### DATASET EXTRACT
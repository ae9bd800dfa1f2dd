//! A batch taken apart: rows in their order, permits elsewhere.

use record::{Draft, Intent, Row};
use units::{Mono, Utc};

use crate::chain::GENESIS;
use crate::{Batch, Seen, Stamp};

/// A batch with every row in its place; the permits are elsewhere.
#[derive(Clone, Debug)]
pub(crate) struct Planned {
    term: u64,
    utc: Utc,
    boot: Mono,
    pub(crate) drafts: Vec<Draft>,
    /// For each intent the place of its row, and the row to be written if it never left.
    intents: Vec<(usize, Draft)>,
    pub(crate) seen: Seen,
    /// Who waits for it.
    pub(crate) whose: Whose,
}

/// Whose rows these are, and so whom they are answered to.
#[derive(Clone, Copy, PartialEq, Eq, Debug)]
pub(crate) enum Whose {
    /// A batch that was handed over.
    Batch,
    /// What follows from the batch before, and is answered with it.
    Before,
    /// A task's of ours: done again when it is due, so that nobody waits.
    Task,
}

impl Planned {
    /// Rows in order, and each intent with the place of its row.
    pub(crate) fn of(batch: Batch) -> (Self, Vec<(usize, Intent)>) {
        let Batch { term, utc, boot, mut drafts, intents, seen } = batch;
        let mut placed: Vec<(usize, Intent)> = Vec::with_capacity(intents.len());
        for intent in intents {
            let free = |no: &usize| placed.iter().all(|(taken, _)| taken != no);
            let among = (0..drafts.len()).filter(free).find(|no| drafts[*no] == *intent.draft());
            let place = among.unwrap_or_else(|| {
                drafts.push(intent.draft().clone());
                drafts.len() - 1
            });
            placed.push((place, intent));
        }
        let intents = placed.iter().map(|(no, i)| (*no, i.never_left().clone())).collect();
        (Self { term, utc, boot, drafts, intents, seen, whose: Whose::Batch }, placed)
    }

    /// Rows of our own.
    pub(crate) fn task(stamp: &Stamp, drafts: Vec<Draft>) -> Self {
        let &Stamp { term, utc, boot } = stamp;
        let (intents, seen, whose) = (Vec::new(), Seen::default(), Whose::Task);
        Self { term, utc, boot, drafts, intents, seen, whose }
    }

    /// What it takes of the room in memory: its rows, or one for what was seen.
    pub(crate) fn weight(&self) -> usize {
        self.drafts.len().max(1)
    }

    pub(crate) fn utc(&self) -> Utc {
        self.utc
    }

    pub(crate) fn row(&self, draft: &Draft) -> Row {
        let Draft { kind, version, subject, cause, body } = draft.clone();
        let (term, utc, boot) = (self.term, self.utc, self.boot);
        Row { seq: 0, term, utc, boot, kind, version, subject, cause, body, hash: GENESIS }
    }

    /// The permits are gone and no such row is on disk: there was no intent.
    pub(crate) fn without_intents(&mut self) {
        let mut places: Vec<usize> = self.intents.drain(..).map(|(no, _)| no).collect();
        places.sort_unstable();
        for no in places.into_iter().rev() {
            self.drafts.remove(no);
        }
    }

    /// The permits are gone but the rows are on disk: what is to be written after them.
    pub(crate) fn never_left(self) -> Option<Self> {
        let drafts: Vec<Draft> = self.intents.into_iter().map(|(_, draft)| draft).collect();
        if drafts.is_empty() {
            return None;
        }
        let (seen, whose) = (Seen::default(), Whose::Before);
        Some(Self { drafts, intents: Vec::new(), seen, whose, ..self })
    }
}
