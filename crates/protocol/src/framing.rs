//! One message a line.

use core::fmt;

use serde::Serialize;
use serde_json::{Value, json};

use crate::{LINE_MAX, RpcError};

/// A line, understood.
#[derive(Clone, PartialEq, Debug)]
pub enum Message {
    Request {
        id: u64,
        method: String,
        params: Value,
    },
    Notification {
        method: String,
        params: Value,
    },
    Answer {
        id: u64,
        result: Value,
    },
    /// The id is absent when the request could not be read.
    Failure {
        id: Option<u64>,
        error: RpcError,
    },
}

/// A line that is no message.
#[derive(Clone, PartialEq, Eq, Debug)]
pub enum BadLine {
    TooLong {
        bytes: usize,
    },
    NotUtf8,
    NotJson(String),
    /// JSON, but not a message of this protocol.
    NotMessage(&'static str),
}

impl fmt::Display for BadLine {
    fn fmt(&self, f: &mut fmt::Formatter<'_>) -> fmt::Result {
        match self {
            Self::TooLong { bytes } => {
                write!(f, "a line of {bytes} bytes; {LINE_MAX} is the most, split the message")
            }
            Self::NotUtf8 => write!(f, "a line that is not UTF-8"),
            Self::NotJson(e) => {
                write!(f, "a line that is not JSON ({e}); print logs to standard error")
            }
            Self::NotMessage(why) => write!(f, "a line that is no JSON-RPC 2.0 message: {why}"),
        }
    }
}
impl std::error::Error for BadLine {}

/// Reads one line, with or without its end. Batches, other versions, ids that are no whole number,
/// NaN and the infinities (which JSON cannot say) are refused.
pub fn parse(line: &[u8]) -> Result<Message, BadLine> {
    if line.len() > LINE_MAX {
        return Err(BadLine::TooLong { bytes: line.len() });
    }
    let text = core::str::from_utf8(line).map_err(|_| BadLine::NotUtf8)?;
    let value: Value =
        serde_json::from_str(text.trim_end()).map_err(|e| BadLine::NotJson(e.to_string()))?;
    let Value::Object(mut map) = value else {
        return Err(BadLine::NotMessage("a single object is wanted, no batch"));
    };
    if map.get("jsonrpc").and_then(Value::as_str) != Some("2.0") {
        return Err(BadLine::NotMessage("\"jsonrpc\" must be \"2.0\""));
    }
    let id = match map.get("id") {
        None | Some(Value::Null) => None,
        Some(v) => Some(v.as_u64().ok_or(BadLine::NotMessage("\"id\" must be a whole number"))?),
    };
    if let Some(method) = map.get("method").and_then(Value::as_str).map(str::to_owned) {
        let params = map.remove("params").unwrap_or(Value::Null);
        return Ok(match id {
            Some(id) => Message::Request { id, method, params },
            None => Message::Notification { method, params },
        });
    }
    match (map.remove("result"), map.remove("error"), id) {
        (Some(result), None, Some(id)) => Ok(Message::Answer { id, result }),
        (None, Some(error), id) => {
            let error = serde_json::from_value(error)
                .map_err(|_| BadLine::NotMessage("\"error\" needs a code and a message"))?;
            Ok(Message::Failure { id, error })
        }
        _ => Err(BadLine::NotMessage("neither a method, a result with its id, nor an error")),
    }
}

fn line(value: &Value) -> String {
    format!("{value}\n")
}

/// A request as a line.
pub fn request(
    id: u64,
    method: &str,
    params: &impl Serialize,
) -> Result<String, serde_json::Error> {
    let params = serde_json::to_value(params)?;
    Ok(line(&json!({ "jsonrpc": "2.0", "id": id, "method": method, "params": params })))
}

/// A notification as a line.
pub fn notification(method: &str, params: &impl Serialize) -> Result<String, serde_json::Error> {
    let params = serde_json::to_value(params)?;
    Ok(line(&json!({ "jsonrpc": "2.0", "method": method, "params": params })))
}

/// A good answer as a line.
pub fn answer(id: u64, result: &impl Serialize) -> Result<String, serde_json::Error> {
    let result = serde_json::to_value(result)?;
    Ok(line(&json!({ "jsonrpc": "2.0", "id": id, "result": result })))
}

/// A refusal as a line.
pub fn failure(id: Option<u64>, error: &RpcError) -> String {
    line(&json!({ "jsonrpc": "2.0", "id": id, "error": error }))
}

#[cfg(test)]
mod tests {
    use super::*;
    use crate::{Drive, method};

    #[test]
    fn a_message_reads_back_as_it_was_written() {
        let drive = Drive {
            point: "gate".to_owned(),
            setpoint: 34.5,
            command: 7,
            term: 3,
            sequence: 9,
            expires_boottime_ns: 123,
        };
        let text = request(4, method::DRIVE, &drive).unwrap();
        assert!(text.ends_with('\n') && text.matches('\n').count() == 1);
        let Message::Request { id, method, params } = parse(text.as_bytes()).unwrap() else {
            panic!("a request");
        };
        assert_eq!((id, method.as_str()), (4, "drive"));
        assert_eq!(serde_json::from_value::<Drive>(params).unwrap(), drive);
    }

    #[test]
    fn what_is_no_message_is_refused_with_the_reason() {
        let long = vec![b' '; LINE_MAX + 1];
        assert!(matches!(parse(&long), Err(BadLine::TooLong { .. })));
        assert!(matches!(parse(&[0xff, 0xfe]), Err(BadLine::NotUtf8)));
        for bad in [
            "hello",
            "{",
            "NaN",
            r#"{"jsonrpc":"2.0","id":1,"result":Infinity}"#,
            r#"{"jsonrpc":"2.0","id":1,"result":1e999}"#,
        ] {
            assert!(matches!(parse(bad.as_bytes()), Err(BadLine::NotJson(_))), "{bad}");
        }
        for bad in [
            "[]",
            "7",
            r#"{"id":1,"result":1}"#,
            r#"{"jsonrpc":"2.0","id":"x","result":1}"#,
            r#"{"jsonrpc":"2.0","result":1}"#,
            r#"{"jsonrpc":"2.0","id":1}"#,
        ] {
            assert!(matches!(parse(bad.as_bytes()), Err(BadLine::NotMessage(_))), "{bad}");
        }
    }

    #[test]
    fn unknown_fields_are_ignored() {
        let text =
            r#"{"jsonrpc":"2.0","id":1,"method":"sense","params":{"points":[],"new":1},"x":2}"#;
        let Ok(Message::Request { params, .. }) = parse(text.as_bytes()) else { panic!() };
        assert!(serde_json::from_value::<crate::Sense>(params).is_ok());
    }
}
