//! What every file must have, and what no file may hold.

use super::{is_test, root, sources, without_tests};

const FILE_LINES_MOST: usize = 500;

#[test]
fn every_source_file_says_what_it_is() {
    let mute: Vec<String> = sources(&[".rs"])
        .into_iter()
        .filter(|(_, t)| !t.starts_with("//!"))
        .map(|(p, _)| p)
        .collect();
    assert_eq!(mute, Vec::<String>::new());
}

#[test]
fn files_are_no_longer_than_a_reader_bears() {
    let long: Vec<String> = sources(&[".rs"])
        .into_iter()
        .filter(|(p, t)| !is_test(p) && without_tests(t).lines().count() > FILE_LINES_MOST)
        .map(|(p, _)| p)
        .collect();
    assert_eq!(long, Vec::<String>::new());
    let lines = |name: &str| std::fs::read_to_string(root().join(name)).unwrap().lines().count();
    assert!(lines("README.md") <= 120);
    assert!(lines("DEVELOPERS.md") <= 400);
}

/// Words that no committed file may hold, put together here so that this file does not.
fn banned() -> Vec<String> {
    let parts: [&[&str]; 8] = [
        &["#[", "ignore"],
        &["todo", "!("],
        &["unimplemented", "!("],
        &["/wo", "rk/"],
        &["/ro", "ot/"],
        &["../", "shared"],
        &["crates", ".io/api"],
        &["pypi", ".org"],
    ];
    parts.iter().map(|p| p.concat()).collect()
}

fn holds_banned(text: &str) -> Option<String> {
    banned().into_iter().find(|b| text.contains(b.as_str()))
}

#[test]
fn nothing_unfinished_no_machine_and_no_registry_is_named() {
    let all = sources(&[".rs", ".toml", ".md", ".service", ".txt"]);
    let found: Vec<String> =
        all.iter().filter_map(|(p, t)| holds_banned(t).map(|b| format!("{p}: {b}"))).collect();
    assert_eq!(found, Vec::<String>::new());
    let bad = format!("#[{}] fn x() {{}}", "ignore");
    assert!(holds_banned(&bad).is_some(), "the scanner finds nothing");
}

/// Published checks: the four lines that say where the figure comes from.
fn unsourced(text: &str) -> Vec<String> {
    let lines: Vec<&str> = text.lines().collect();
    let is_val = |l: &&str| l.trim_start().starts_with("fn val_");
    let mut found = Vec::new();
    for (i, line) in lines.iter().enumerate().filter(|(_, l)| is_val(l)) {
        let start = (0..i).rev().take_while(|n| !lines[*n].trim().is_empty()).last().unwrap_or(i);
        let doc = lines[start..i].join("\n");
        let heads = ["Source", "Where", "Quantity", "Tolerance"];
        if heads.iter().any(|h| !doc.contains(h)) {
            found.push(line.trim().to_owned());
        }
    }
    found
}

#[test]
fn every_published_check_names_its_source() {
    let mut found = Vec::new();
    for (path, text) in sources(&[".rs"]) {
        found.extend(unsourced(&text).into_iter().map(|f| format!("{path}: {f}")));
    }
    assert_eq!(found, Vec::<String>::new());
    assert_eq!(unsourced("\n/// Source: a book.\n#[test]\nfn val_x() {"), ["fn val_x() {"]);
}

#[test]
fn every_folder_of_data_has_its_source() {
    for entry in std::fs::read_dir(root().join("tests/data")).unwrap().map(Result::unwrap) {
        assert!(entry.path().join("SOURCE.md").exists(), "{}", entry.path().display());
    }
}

### WORK REQUIRED
Count every line of the records that holds "NotJson". State the number, nothing else.

### RESPONSE
4